Discrimination at its finest, people.

You wanna know what the funny thing is though?

This urgent care facility has essentially been our primary care provider for the past 4 years.  They've been seeing our entire family - including Jake (who, by the way has a giant scar down the front of his chest from heart surgery, so there was no hiding his heart history) - whenever we were sick. They KNOW our family history.  But because we checked one tiny little box, information WE VOLUNTEERED, we now had the plague.  No touchy.

I went home livid, to say the least.  I ranted to my husband.  I called one of my dear friends who also has a child with Ds.  I stewed.  I got madder.

I have decided that this is not over.  I am a mother of a child with Trisomy 21.  If I do not stand up for him and my children, I'm allowing this behavior to perpetuate.  I'm allowing this company to continue to discriminate.

This week, I will be writing a letter to the company's corporate office.  And I will be writing a letter to the urgent care facility, and I will be contacting our local, regional, and national Down syndrome coalitions.  And then I will be contacting an attorney.

Do I want money?  No.  Do I want retribution? No.  Do I want an apology?  Not really.  I want the policy to CHANGE.  I want people with disabilities - AND THEIR FAMILIES - to be treated just like everyone else.  Isn't that what the American Disabilities Act is all about?  Equal rights?

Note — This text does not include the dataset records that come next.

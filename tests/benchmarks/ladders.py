"""Ladders of any size for the benchmarks, from known truth, in memory."""

from __future__ import annotations

import copy
from typing import Any

import numpy as np
import pandas as pd

from ladderfit.ladder import Ladder, build_ladder
from ladderfit.physics.expansion import distance_term

TRUTH = {
    "slope": -3.28,
    "zero_point": -5.93,
    "metallicity": -0.21,
    "scatter": 0.08,
    "parallax_offset": -0.012,
    "peak_magnitude": -19.27,
    "peak_scatter": 0.11,
    "hubble_constant": 71.3,
}

CHOICES = {
    "cepheids": {
        "columns": {"star": "ID", "host": "Galaxy", "period": "P", "metallicity": "OH"},
        "magnitude": {"band": "W", "bands": {"W": "W"}, "errors": {"W": "e_W"}},
    },
    "relation": {"metallicity": {"reference": 8.69, "scale": "12+log(O/H)"}},
    "anchors": {
        "geometric": {
            "Host00": {"modulus": 18.49, "error": 0.025},
            "Host01": {"modulus": 29.4, "error": 0.032},
        },
        "parallaxes": {
            "columns": {
                "star": "ID",
                "period": "P",
                "metallicity": "OH",
                "parallax": "plx",
                "parallax_error": "e_plx",
            }
        },
    },
    "supernovae": {"columns": {"name": "SN", "host": "Galaxy", "peak": "mB", "peak_error": "e_mB"}},
    "expansion": {"columns": {"name": "SN", "redshift": "z", "peak": "mB", "peak_error": "e_mB"}},
}


def reference_tables(
    cepheids: int = 3040,
    hosts: int = 38,
    parallax_stars: int = 75,
    supernovae: int = 42,
    flow: int = 280,
    seed: int = 1,
) -> tuple[dict[str, Any], dict[str, Any]]:
    """Choices and tables of a whole ladder with the given numbers of objects."""
    rng = np.random.default_rng(seed)
    moduli = np.concatenate([[18.49, 29.4], np.linspace(29.0, 33.0, hosts - 2)])
    tables = {
        "cepheids": _stars(rng, np.sort(rng.integers(0, hosts, cepheids)), moduli),
        "anchors.parallaxes": _parallaxes(rng, parallax_stars),
        "supernovae": _peaks(rng, supernovae, moduli),
        "expansion": _flow(rng, flow),
    }
    return copy.deepcopy(CHOICES), tables


def reference_ladder(**numbers: int) -> Ladder:
    """The ladder of `reference_tables`."""
    return build_ladder(*reference_tables(**numbers))


def _photometry(
    rng: np.random.Generator, modulus: np.ndarray, smallest: float, largest: float
) -> dict[str, np.ndarray]:
    n = len(modulus)
    log_period, metals = rng.uniform(0.7, 1.9, n), rng.normal(8.7, 0.15, n)
    error = np.exp(rng.uniform(np.log(smallest), np.log(largest), n))
    magnitude = (
        modulus
        + TRUTH["zero_point"]
        + TRUTH["slope"] * (log_period - 1.0)
        + TRUTH["metallicity"] * (metals - 8.69)
        + rng.normal(size=n) * np.hypot(error, TRUTH["scatter"])
    )
    return {"P": 10.0**log_period, "OH": metals, "W": magnitude, "e_W": error}


def _stars(rng: np.random.Generator, host: np.ndarray, moduli: np.ndarray) -> pd.DataFrame:
    columns = _photometry(rng, moduli[host], 0.01, 0.5)
    names = {"ID": [f"C{i}" for i in range(len(host))], "Galaxy": [f"Host{h:02d}" for h in host]}
    return pd.DataFrame(names | columns)


def _parallaxes(rng: np.random.Generator, n: int) -> pd.DataFrame:
    modulus = rng.uniform(9.0, 13.0, n)
    columns = _photometry(rng, modulus, 0.01, 0.03)
    error = rng.uniform(0.015, 0.03, n)
    true = 10.0 ** (2.0 - 0.2 * modulus)
    columns["plx"] = true + TRUTH["parallax_offset"] + rng.normal(size=n) * error
    columns["e_plx"] = error
    return pd.DataFrame({"ID": [f"M{i}" for i in range(n)]} | columns)


def _peaks(rng: np.random.Generator, n: int, moduli: np.ndarray) -> pd.DataFrame:
    host = 2 + np.arange(n) % (len(moduli) - 2)
    error = rng.uniform(0.04, 0.12, n)
    peak = moduli[host] + TRUTH["peak_magnitude"]
    peak += rng.normal(size=n) * np.hypot(error, TRUTH["peak_scatter"])
    names = {"SN": [f"N{i}" for i in range(n)], "Galaxy": [f"Host{h:02d}" for h in host]}
    return pd.DataFrame(names | {"mB": peak, "e_mB": error})


def _flow(rng: np.random.Generator, n: int) -> pd.DataFrame:
    z = rng.uniform(0.025, 0.145, n)
    error = rng.uniform(0.04, 0.12, n)
    moved = 5.0 / np.log(10.0) * 250.0 / (299_792.458 * z)
    term = distance_term(z, z, -0.55, 1.0) - 5.0 * np.log10(TRUTH["hubble_constant"])
    scatter = np.sqrt(error**2 + moved**2 + TRUTH["peak_scatter"] ** 2)
    peak = term + TRUTH["peak_magnitude"] + rng.normal(size=n) * scatter
    return pd.DataFrame({"SN": [f"F{i}" for i in range(n)], "z": z, "mB": peak, "e_mB": error})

Quit punishing us for having, and loving, a child with disabilities.  Let us make our own choices - quit making choices for us.  Quit trying to treat us like degenerates or second-class citizens.  Because we AREN'T.

If anything, children like Jacob make us better people.  Jacob is a blessing.  Nothing less.  And I will not allow anyone else to treat him otherwise. my soapbox.  I have some work to do. :)


Anonymous said...

HI Susan

What response did you get from the medical practice. They do unsound like a looser group but such usually back down when someone takes them on. I have a son with ASD and do not suffer fools much nowadays

Karna O'Dea

Clinton Bashir said...

I can definitely relate to your story. One thing that I realized in my experience is patience is the key, and it took me forever because I was furious with everyone at first, then realized everything happens for a reason and this was the path I was given and I was going to make it work no matter what challenges lie ahead.